I’m using the XML package to scrape a list of websites. Specifically, i’m taking ratings from a list of candidates, at the following site: votesmart.
The candidates’ pages are arranged in a numerical order, from 1 upwards. My first attempt, to scrape the first 50 candidates, looks like this
library(xml)
library(plyr)
url <- paste("http://www.votesmart.org/candidate/evaluations/", 1:50 , sep = "")
res <- llply(url, function(i) readHTMLtable(i))

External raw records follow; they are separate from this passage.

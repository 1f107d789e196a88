// Package influence turns means and co-moments into estimates with their errors.
//
// Every estimate is a smooth functional of per-arm means of unit scores. Its value
// in a sample, its variance, and the part that each unit has in both follow from
// the gradient: the influence value of a unit with scores z in an arm with means m
// is grad.(z - m), and the variance of the estimate the sum of their squares (with
// n-1 in place of n). Means, ratios, weighted means, differences and relative
// lifts, adjusted for covariates or not, are one code path.
//
// A variance describes the estimate; a test of a value, and the interval that is
// the set of values not rejected, are taken where the functional is linear under
// that value as a null: the symmetric interval of a ratio or lift errs far to one
// side.
package influence

// A Functional is a smooth function of score means, such as m[0] / m[1]. It must
// be the same function always, and may be called for several arms.
type Functional interface {
	// Eval returns the value at means m.
	Eval(m []float64) float64
	// Gradient writes the partial derivatives at m to dst, all of them, and returns
	// the value.
	Gradient(m, dst []float64) float64
}

// Kind says how an estimate depends on the means.
type Kind uint8

const (
	Mean   Kind = iota // m[Num]
	Ratio              // m[Num] / m[Den]
	Linear             // weights times means, plus a constant
	Smooth             // anything else
)

// A Shape says what is known of a functional's form, which decides how it is
// tested. Saying Smooth of all is valid and asks for more data.
type Shape struct {
	Kind     Kind
	Num, Den int // for Mean and Ratio: indices of the means
}

// An Estimate is a functional with what its intervals need to know about it.
type Estimate struct {
	Of    Functional
	Shape Shape
	// Divisors are what must stay away from zero for a Smooth functional to be smooth:
	// denominators, arguments of roots and logarithms.
	Divisors []Functional
	// Binary: the estimate is the mean of one score that is 0 or 1 in every unit.
	// Only with Kind Mean.
	Binary bool
}
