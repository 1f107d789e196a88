package kafka

import (
	"bytes"
	"cmp"
	"encoding/binary"
	"errors"
	"fmt"
	"hash/crc32"
	"io"
	"math"
	"slices"

	"github.com/segmentio/kafka-go/compress"

	"stillwell/stream"
)

// A decoder turns the record batches of an answer into messages, in order of offset and each offset once,
// whatever the bytes are. Values are not copied: a message points into data, to the end of which compressed
// batches are unpacked.
//
// The library's own Batch is not used for this: as of v0.4.51 it hands out the markers of transactions and the
// messages of aborted ones like any other, even when asked for committed ones only, dates messages by the
// producer's clock where the topic goes by the broker's, and takes four times as long.
//
//	source  Kafka documentation, "Message format": record batch (magic 2); message set (magic 0 and 1) in legacy.go
type decoder struct {
	data     []byte
	messages []stream.Message
	next     int64     // the lowest offset still wanted
	aborted  []aborted // in order of first offset; those whose start has been passed are cut off
	cursed   []int64   // producers inside an aborted transaction
	src      bytes.Reader
	most     int // bytes that one batch may unpack to; 0: maxUnpacked
}

// damage is a record batch that cannot be read. What lies before it has been decoded.
type damage struct {
	last int64 // the batch's last offset, as far as its header can be believed
	err  error
}

func (d *damage) Error() string { return d.err.Error() }
func (d *damage) Unwrap() error { return d.err }

var (
	errChecksum = errors.New("its checksum is wrong")
	errRecord   = errors.New("a record in it is malformed")
	errLength   = errors.New("its length is impossible")
	castagnoli  = crc32.MakeTable(crc32.Castagnoli)
)

// Layout of a record batch. Offsets within it, in bytes.
const (
	atLength     = 8  // of what follows the length itself
	atMagic      = 16 // common to all formats
	atCRC        = 17
	atAttributes = 21
	atLastDelta  = 23
	atBaseStamp  = 27
	atMaxStamp   = 35
	atProducer   = 43
	atCount      = 57
	atRecords    = 61

	prefix = 12 // base offset and length

	codecBits       = 0x07
	appendTimeBit   = 0x08
	transactionBit  = 0x10
	controlBatchBit = 0x20
)

// begin resets the decoder to the answer in data, from which messages from offset next on are wanted.
func (d *decoder) begin(data []byte, next int64, gone []aborted) {
	d.data, d.messages, d.next, d.aborted, d.cursed = data, d.messages[:0], next, gone, d.cursed[:0]
	slices.SortFunc(d.aborted, func(a, b aborted) int { return cmp.Compare(a.first, b.first) })
}

// batches decodes data[i:end]. A batch that was cut off at the end, as brokers do to keep to a size, is left
// for the next fetch. An error is a *damage.
func (d *decoder) batches(i, end int) error {
	for i+atMagic < end {
		base := d.int64(i)
		size := d.int32(i + atLength)
		magic := d.data[i+atMagic]
		switch {
		case size < atMagic-prefix+1:
			return &damage{last: base, err: errLength}
		case size > end-i-prefix:
			return nil
		}
		stop := i + prefix + size
		var last int64
		var err error
		switch magic {
		case 2:
			last, err = d.batch(base, i, stop)
		case 0, 1:
			last, err = base, d.legacy(base, i, stop)
		default:
			last, err = base, fmt.Errorf("format %d is not known", magic)
		}
		if err != nil {
			return &damage{last: last, err: err}
		}
		d.next = max(d.next, last+1)
		i = stop
	}
	return nil
}

// batch decodes the batch at data[i:stop] and returns its last offset.
func (d *decoder) batch(base int64, i, stop int) (last int64, err error) {
	if stop-i < atRecords {
		return base, errLength
	}
	last = base + int64(max(d.int32(i+atLastDelta), 0))
	if crc32.Checksum(d.data[i+atAttributes:stop], castagnoli) != uint32(d.int32(i+atCRC)) {
		return last, errChecksum
	}
	attributes := int(binary.BigEndian.Uint16(d.data[i+atAttributes:]))
	if skip := d.skip(attributes, d.int64(i+atProducer), last, i, stop); skip || last < d.next {
		return last, nil
	}
	count := d.int32(i + atCount)
	stamps := stamps{base: d.int64(i + atBaseStamp)}
	if attributes&appendTimeBit != 0 {
		stamps.fixed, stamps.base = true, d.int64(i+atMaxStamp)
	}
	at := i + atRecords
	if codec := attributes & codecBits; codec != 0 {
		if at, stop, err = d.unpack(codec, at, stop); err != nil {
			return last, err
		}
	}
	return last, d.records(base, stamps, count, at, stop)
}

// skip keeps account of transactions, and says whether a batch is one that nobody should see: a marker, or
// part of a transaction that came to nothing.
//
//	source  Kafka Improvement Proposal 98, "Discarding aborted transactional messages"
func (d *decoder) skip(attributes int, producer, last int64, i, stop int) bool {
	for len(d.aborted) > 0 && d.aborted[0].first <= last {
		d.cursed = append(d.cursed, d.aborted[0].producer)
		d.aborted = d.aborted[1:]
	}
	if attributes&controlBatchBit != 0 {
		if d.aborts(i+atRecords, stop) {
			if k := slices.Index(d.cursed, producer); k >= 0 {
				d.cursed = slices.Delete(d.cursed, k, k+1)
			}
		}
		return true
	}
	return attributes&transactionBit != 0 && slices.Contains(d.cursed, producer)
}

// aborts tells whether a control batch, whose record is data[i:stop], ends a transaction by aborting it.
// The record's key is a version and a type, 0 for abort.
func (d *decoder) aborts(i, stop int) bool {
	b := d.data[:stop]
	_, i = varint(b, i) // length
	if i < 0 {
		return false
	}
	i++ // attributes
	for range 2 {
		if _, i = varint(b, i); i < 0 { // timestamp, offset
			return false
		}
	}
	n, i := varint(b, i)
	return i >= 0 && n >= 4 && stop-i >= 4 && binary.BigEndian.Uint16(b[i+2:]) == 0
}

// stamps is how a batch dates its records: each by its distance from base, or all of them fixed at base. In
// milliseconds.
type stamps struct {
	base  int64
	fixed bool
}

// of is the timestamp of a record, in nanoseconds; 0 if it has none. What is too far in the future stays so.
func (s stamps) of(delta int64) int64 {
	if s.fixed {
		delta = 0
	}
	const most = math.MaxInt64 / 1_000_000
	switch ms := s.base + delta; {
	case ms < 0:
		return 0
	case ms > most:
		return math.MaxInt64
	default:
		return ms * 1_000_000
	}
}

// records decodes count records at data[i:stop]. It runs once for every event: no copy, no allocation.
func (d *decoder) records(base int64, stamps stamps, count, i, stop int) error {
	b := d.data[:stop]
	for range count {
		size, at := varint(b, i)
		if at < 0 || size < 1 || size > int64(stop-at) {
			return errRecord
		}
		i = at + int(size) // where the next record begins: headers need no reading
		stamp, at := varint(b[:i], at+1)
		if at < 0 {
			return errRecord
		}
		delta, at := varint(b[:i], at)
		if at < 0 {
			return errRecord
		}
		key, at := varint(b[:i], at)
		if at < 0 || key > int64(i-at) {
			return errRecord
		}
		value, at := varint(b[:i], at+int(max(key, 0)))
		if at < 0 || value > int64(i-at) {
			return errRecord
		}
		d.add(base+delta, at, at+int(max(value, 0)), stamps.of(stamp)) // a null value is an empty one
	}
	return nil
}

// add takes a message unless it lies before what is wanted: a batch is sent whole, even if its first messages
// were not asked for.
func (d *decoder) add(offset int64, start, end int, stamp int64) {
	if offset >= d.next {
		d.messages = append(d.messages, stream.Message{Offset: offset, Start: start, End: end, Stamp: stamp})
		d.next = offset + 1
	}
}

// maxUnpacked bounds what one batch may unpack to, so that a few kilobytes cannot fill the memory.
const maxUnpacked = 256 << 20

var errUnpacked = errors.New("it unpacks to more than can be right")

// unpack appends to data what data[i:stop] holds compressed, and returns where it lies.
func (d *decoder) unpack(codec, i, stop int) (start, end int, err error) {
	c := compress.Compression(codec).Codec()
	if c == nil {
		return 0, 0, fmt.Errorf("compression %d is not known", codec)
	}
	d.src.Reset(d.data[i:stop])
	r := c.NewReader(&d.src)
	defer r.Close()
	most := cmp.Or(d.most, maxUnpacked)
	start = len(d.data)
	out := slices.Grow(d.data, 4*(stop-i))
	for {
		if len(out) == cap(out) {
			out = slices.Grow(out, len(out)-start+512)
		}
		n, err := r.Read(out[len(out):cap(out)])
		out = out[:len(out)+n]
		switch {
		case errors.Is(err, io.EOF):
			d.data = out
			return start, len(out), nil
		case err != nil:
			return 0, 0, fmt.Errorf("%v: %w", compress.Compression(codec), err)
		case len(out)-start > most:
			return 0, 0, errUnpacked
		}
	}
}

func (d *decoder) int64(i int) int64 { return int64(binary.BigEndian.Uint64(d.data[i:])) }
func (d *decoder) int32(i int) int   { return int(int32(binary.BigEndian.Uint32(d.data[i:]))) }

But there are a couple of problems–for instance, the 25th page in this sequence generates a 404 "url not found" error. I’ve addressed this by first getting a data frame of the count of XML errors for each page in a sequence, and then excluding the pages which have a single error. Specifically
errors <- ldply(url, function(i) length(getXMLErrors(i)))
url2 <- url[which(errors$V1 > 1)]
res2 <- llply(url2, function(i) readHTMLTable(i))
In this way, I’ve excluded the 404 generating URLs from this list.
However, there’s still a problem, caused by numerous pages in the list, which cause this llply commands to fail. The following is an example
readHTMLTable("http://www.votesmart.org/candidate/evaluations/6")
which results in the error
Error in seq.default(length = max(numEls)) :
length must be non-negative number
In addition: Warning message:
In max(numEls) : no non-missing arguments to max; returning -Inf
However, these pages generate the same error count from the getXMLErrors command as the working pages, so I’m unable to distinguish between them on this front.
My question is–what does this error mean, and is there any way to get readHTMLTable to return an empty list for these pages, rather than an error? Failing that, is there a way I can my llply statement to check these pages and skip those which result in an error?
Why not just some simple error handling?